Михаил растянул губы в улыбке и на всякий случаи уточнил, где находится его одежда.

— Лохмотья на помойке. Придется потерпеть, дружок! Когда я вернусь, будет вкусная еда и хорошие тряпки, — воскликнула она и, кокетливо подмигнув, исчезла из поля зрения Михаила.

Глава 3. Клеймо Черной моли

Та, что назвала себя Лье, окружила молодого мужчину, который еще совсем недавно бродяжничал, трогательной, почти материнской заботой (если не брать во внимание их любовные утехи). Михаил не привык к такой опеке и не скрывал получаемого удовольствия. Он был счастлив и спокоен впервые за много месяцев.
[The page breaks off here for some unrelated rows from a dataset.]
import { faceConditions, slotWeather, stepHours, type Face, type Step } from '../../src/lib/engine';
import { forecastOf, SAND, SITE } from './bay';
import { median } from './median';

/**
 * One step over sixteen days, in slots a second, and in ratio to the bare cost of
 * as many `Math.exp` calls as there are slots, in the same run. Medians of many runs; the machine
 * may be shared, so the ratio is what to compare.
 */
const DAYS = 16;
const RUNS = 1_500;

const FACE: Face = {
	tilt: 95,
	azimuth: 110,
	solarAbsorptance: 0.4,
	emissivity: 0.9,
	material: 'grp'
};
const STEP: Step = {
	name: 'barrier coat',
	kind: 'coat',
	durationMinutes: 150,
	method: 'roller',
	workHours: [{ days: [1, 2, 3, 4, 5, 6], from: '07:30', to: '18:30' }],
	limits: {
		airTemperature: { min: 10, max: 32 },
		surfaceTemperature: { min: 10, max: 35 },
		relativeHumidity: { max: 85 },
		spread: { min: 3 },
		wind: { max: 8 },
		gust: { max: 12 },
		rainFree: true,
		drySurface: true,
		daylight: true,
		sand: 'none',
		curing: { min: 8 }
	},
	times: {
		touchDry: [
			[10, 480],
			[20, 240],
			[30, 150]
		],
		keepDry: [
			[10, 900],
			[20, 480],
			[30, 300]
		],
		overcoatMin: [
			[10, 720],
			[20, 420],
			[30, 240]
		]
	}
};

/** Prints the times of one step's parts and their ratios to bare `Math.exp`. */
export function stepBench(print: (line: string) => void): void {
	const sixteenDays = forecastOf(DAYS, 0);
	const weather = slotWeather({ site: SITE, forecast: sixteenDays, looseSand: SAND });
	const conditions = faceConditions(weather, SITE, FACE, 'open');
	const slots = weather.grid.count;

	let sink = 0;
	const bareExp = median(RUNS, () => {
		for (let i = 0; i < slots; i++) sink += Math.exp(-i / slots);
	});
	const parts = [
		[
			'cold: hours to slots, sun, face and limits',
			() => {
				const fresh = slotWeather({ site: { ...SITE }, forecast: sixteenDays, looseSand: SAND });
				return stepHours(STEP, faceConditions(fresh, SITE, FACE, 'open'), SITE);
			}
		],
		[
			'hours to slots and the sun',
			() => slotWeather({ site: SITE, forecast: sixteenDays, looseSand: SAND })
		],
		['face: both runs of the heat balance', () => faceConditions(weather, SITE, FACE, 'open')],
		['limits, phases, stretches of a step', () => stepHours(STEP, conditions, SITE)],
		[
			'warm: face and limits, the weather ready',
			() => stepHours(STEP, faceConditions(weather, SITE, FACE, 'open'), SITE)
		]
	] as const;

	const line = (words: string, milliseconds: number): string =>
		`${words.padEnd(46)} ${milliseconds.toFixed(3)} ms  ${Math.round((slots / milliseconds) * 1000).toLocaleString('en')} slots/s  ${(milliseconds / bareExp).toFixed(1)} × exp`;
	print(`${DAYS} days, ${slots} slots, medians of ${RUNS}`);
	print(line(`bare exp, ${slots} calls`, bareExp));
	for (const [words, work] of parts) print(line(words, median(RUNS, work)));
	if (!Number.isFinite(sink)) throw new Error('the bare sum is no number');
}
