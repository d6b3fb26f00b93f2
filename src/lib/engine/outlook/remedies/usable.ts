import { STATES } from '../../vocabulary';
import type { StepHours } from '../hours/result';
import { workedSlots } from '../plan/candidates';

const SHUT = STATES.indexOf('shut');

/** Starts that a step keeps to (a launch its slots), in slot positions, with the exact length of its work. */
export interface KeptStarts {
	readonly starts: Float64Array;
	readonly duration: number;
}

/** Whether every slot of a work is workable. */
function goesThrough({ state }: StepHours, start: number, duration: number): boolean {
	const { first, end } = workedSlots(start, start + duration);
	return first >= 0 && end <= state.length && !state.subarray(first, end).includes(SHUT);
}

/** 1 for slots that are of use to a step: workable, and where it keeps to starts worked from one. */
export function usableSlots(hours: StepHours, kept: KeptStarts | null): Uint8Array {
	if (kept === null) return hours.state.map((state) => (state === SHUT ? 0 : 1));
	const usable = new Uint8Array(hours.state.length);
	for (const start of kept.starts) {
		if (!goesThrough(hours, start, kept.duration)) continue;
		const { first, end } = workedSlots(start, start + kept.duration);
		usable.fill(1, first, end);
	}
	return usable;
}

/** 1 for slots that a step would need from one of its starts; all of them where it keeps to none. */
export function neededSlots(count: number, kept: KeptStarts | null): Uint8Array {
	const needed = new Uint8Array(count).fill(kept === null ? 1 : 0);
	for (const start of kept?.starts ?? []) {
		const { first, end } = workedSlots(start, start + (kept?.duration ?? 0));
		needed.fill(1, Math.max(0, first), Math.max(0, end));
	}
	return needed;
}

/**
 * What a step may do next in [from, to): the first stretch that begins there, or the first start
 * it keeps to that can be gone through with; null without one. Slot positions.
 */
export function nextWork(
	hours: StepHours,
	kept: KeptStarts | null,
	from: number,
	to: number
): { readonly from: number; readonly to: number } | null {
	if (kept === null)
		return hours.stretches.find((stretch) => stretch.from >= from && stretch.from < to) ?? null;
	const start = kept.starts.find(
		(it) => it >= from && it < to && goesThrough(hours, it, kept.duration)
	);
	return start === undefined ? null : { from: start, to: start + kept.duration };
}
Каждый день девица приносила ему еду, а также мужские костюмы, которые никак не подходили по размеру.

— Где ты берешь эту одежду? — уточнил он, утонув в не новом фраке, явно принадлежавшем когда-то тучному мужчине.

— Один… человек приносит их мне. Он — мой поклонник. Я сказала, что мне нужен мужской костюм.

У Лье был давний почитатель — глухой Василий. Он работал в пекарне неподалеку от кабака, в котором девица натруживала стройненькие ножки. Однажды Василий принес заказанный хлеб в их заведение, а в это время танцовщица репетировала номер на небольшой сцене. Его поразила ее хрупкость и грация, она напоминала ему маленького ребенка, заботу о котором глухой здоровяк решил взять на себя.

— Он — мой Герасим, а я — его Муму! — произнесла она с гордостью.

Развалившись по-хозяйски на кровати, Михаил с трудом сдерживал смешок. Было очевидно, что с произведением Ивана Тургенева эта барышня не была знакома и понятия не имеет о скорбной участи бедного животного, погибшего от ласковых рук своего покровителя.

— Ты его собака, другими словами? — произнес Михаил, стараясь скрыть иронию.

— Собака? — удивленно вскинула брови Лье, затянувшись табачным дымом так сильно, что тут же закашлялась, и чуть было не свалилась с подоконника.

— У дворника Герасима была милая собачка. И он ее утопил, кстати, несмотря на чрезмерную любовь. Неужели тебе не читали в детстве эту милую книжку?

— У меня не было детства! — грубо заметила разоблаченная Лье, расстроившись, что не знала о судьбе литературных героев, которых упомянула.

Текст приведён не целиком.